80544c2b 00000000 00000009 0081850f bb830000 0xee2c2c4c
STACK_COMMAND: kb
FOLLOWUP_IP:
SCSIPORT!SpCompleteRequest+5e
f73c28f8 5e pop esi
SYMBOL_STACK_INDEX: 7
SYMBOL_NAME: SCSIPORT!SpCompleteRequest+5e
FOLLOWUP_NAME: MachineOwner
MODULE_NAME: SCSIPORT
IMAGE_NAME: SCSIPORT.SYS
DEBUG_FLR_IMAGE_TIMESTAMP: 41107b4b
FAILURE_BUCKET_ID: 0xA_W_SCSIPORT!SpCompleteRequest+5e
BUCKET_ID: 0xA_W_SCSIPORT!SpCompleteRequest+5e
Followup: MachineOwner
---------
****EXHIBIT 2*****
Below is the case where a command sent to the device does not return a
status. The IRP shown is the one which does not complete.
0: kd> !irp 85BBF348
Irp is active with 2 stacks 2 is current (= 0x85bbf3dc)

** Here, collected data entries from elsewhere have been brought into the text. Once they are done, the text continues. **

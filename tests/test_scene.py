"""Tests of the scene modules of shotplan.render (scene, palette, table_shapes, overlays,
captions): the table and the balls as backend-free shapes."""

from __future__ import annotations

import math
from dataclasses import dataclass, field

import numpy as np
import pytest
import shapely
from numpy.testing import assert_allclose
from shapely.geometry import Polygon

from shotplan import InputError, Table, TableSpec
from shotplan.render.overlays import ghost_ball_shape, marker_shape, path_shapes, window_shape
from shotplan.render.palette import BALL_COLOURS
from shotplan.render.scene import (
    CircleShape,
    Layer,
    PolygonShape,
    PolylineShape,
    Scene,
    TextShape,
    WedgeShape,
    arrow_head,
    figure_size,
)
from shotplan.render.table_shapes import layout_scene, table_scene
from shotplan.units import inches, mm

PRESETS = ("pool-9ft", "pool-8ft", "pool-7ft", "snooker", "carom")


@dataclass
class StandInLayout:
    """The few attributes layout_scene reads from a layout (duck typing)."""

    table: TableSpec
    balls: dict[str, tuple[float, float]] = field(default_factory=dict)
    title: str = ""
    note: str = ""

    @property
    def geometry(self) -> Table:
        return Table(self.table)

    def positions(self) -> dict[str, tuple[float, float]]:
        return dict(self.balls)


def _poly(shape: PolygonShape) -> Polygon:
    return Polygon(shape.points, holes=shape.holes)


def _rgb(colour: str) -> tuple[int, int, int]:
    return tuple(int(colour[i:i + 2], 16) for i in (1, 3, 5))  # type: ignore[return-value]


@pytest.fixture(scope="module")
def scenes() -> dict[str, Scene]:
    return {name: table_scene(Table(TableSpec.preset(name))) for name in PRESETS}


def _sights(scene: Scene, table: Table) -> list[PolygonShape]:
    """Small four-cornered shapes lying wholly on the wood, outside the rubber."""
    w = table.spec.cushion.rubber_width_m
    out = []
    for s in scene.shapes:
        if not isinstance(s, PolygonShape) or len(s.points) != 4:
            continue
        x0, y0, x1, y1 = s.envelope()
        small = x1 - x0 < 0.05 and y1 - y0 < 0.05
        on_wood = x1 < -w or x0 > table.length + w or y1 < -w or y0 > table.width + w
        if small and on_wood:
            out.append(s)
    return out


# ------------------------------------------------------------------ table

@pytest.mark.parametrize(("name", "count"), [
    # WPA: 18 sights on a pool table. Carom: 7 per long rail and 3 per end
    # (from memory); snooker tables carry none (from memory).
    ("pool-9ft", 18), ("pool-8ft", 18), ("pool-7ft", 18), ("snooker", 0), ("carom", 20),
])
def test_diamond_count(scenes, name, count):
    table = Table(TableSpec.preset(name))
    assert len(_sights(scenes[name], table)) == count


@pytest.mark.parametrize(("name", "spacing_in"), [("pool-9ft", 12.5), ("pool-8ft", 11.5)])
def test_diamonds_on_the_rail_at_the_standard_spacing(scenes, name, spacing_in):
    # WPA: sights 12.5 in apart on a 9-ft table, 11.5 in on an 8-ft one, their
    # centres 3 11/16 in back from the cushion nose.
    table = Table(TableSpec.preset(name))
    centres = np.array([np.mean(s.points, axis=0) for s in _sights(scenes[name], table)])
    right_rail = np.sort(centres[np.isclose(centres[:, 1], -inches(3 + 11 / 16))][:, 0])
    expected = [k * inches(spacing_in) for k in (1, 2, 3, 5, 6, 7)]
    assert_allclose(right_rail, expected, atol=1e-9)


@pytest.mark.parametrize(("name", "count"), [
    ("pool-9ft", 6), ("pool-8ft", 6), ("pool-7ft", 6), ("snooker", 6), ("carom", 0),
])
def test_pocket_holes(scenes, name, count):
    table = Table(TableSpec.preset(name))
    holes = [s for s in scenes[name].shapes if s.layer == Layer.HOLE]
    assert len(holes) == count
    surface = shapely.box(0, 0, table.length, table.width)
    for hole, pocket in zip(holes, table.pockets, strict=True):
        area = _poly(hole)
        # Each hole is at its own pocket and behind its drop line: none of it
        # covers the playing surface (hand check: drop lines lie outside it
        # for side pockets, and the corner holes start past the drop line).
        assert area.distance(shapely.Point(pocket.corner)) < 0.08
        drop = shapely.LineString([pocket.jaws[0].face_end, pocket.jaws[1].face_end])
        assert area.distance(drop) < 1e-9
        ax, ay = pocket.axis
        cx, cy = pocket.drop_centre
        pts = np.asarray(hole.points)
        assert np.all((pts[:, 0] - cx) * ax + (pts[:, 1] - cy) * ay >= -1e-9)
        if pocket.kind == "side":
            assert area.intersection(surface).area < 1e-12


@pytest.mark.parametrize("name", PRESETS)
def test_cushions_are_the_tables_shapes(scenes, name):
    # The brief: the rubbers are drawn exactly as the table shapes them.
    table = Table(TableSpec.preset(name))
    drawn = [_poly(s) for s in scenes[name].shapes if s.layer == Layer.CUSHION]
    assert len(drawn) == len(table.cushions) == (1 if name == "carom" else 6)
    for d, c in zip(drawn, table.cushions, strict=True):
        assert d.symmetric_difference(c).area < 1e-12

Mdl=85ba5580: No System Buffer: Thread 8643d440: Irp stack trace.
cmd flg cl Device File Completion-Context
[ 0, 0] 0 0 00000000 00000000 00000000-00000000
Args: 00000000 00000000 00000000 00000000
orionLSI.sys
\Driver\OrionLSI*** ERROR: Module load completed but symbols could not be
loaded for stsclass.SYS
stsclass
Args: 85b58268 00000000 00000000 00000000
0: kd> !devobj 86f788e8
Device object (86f788e8) is for:
OrionLSI3Port5Path0Target1Lun0 \Driver\OrionLSI DriverObject 86f63f38
Current Irp 00000000 RefCount 0 Type 00000007 Flags 00001050
Dacl e10201ec DevExt 86f789a0 DevObjExt 86f78e80 Dope 86f76d40 DevNode
86f77ee8
ExtensionFlags (0000000000)
AttachedDevice (Upper) 86f76030 \Driver\Disk
Device queue is busy -- Queue empty.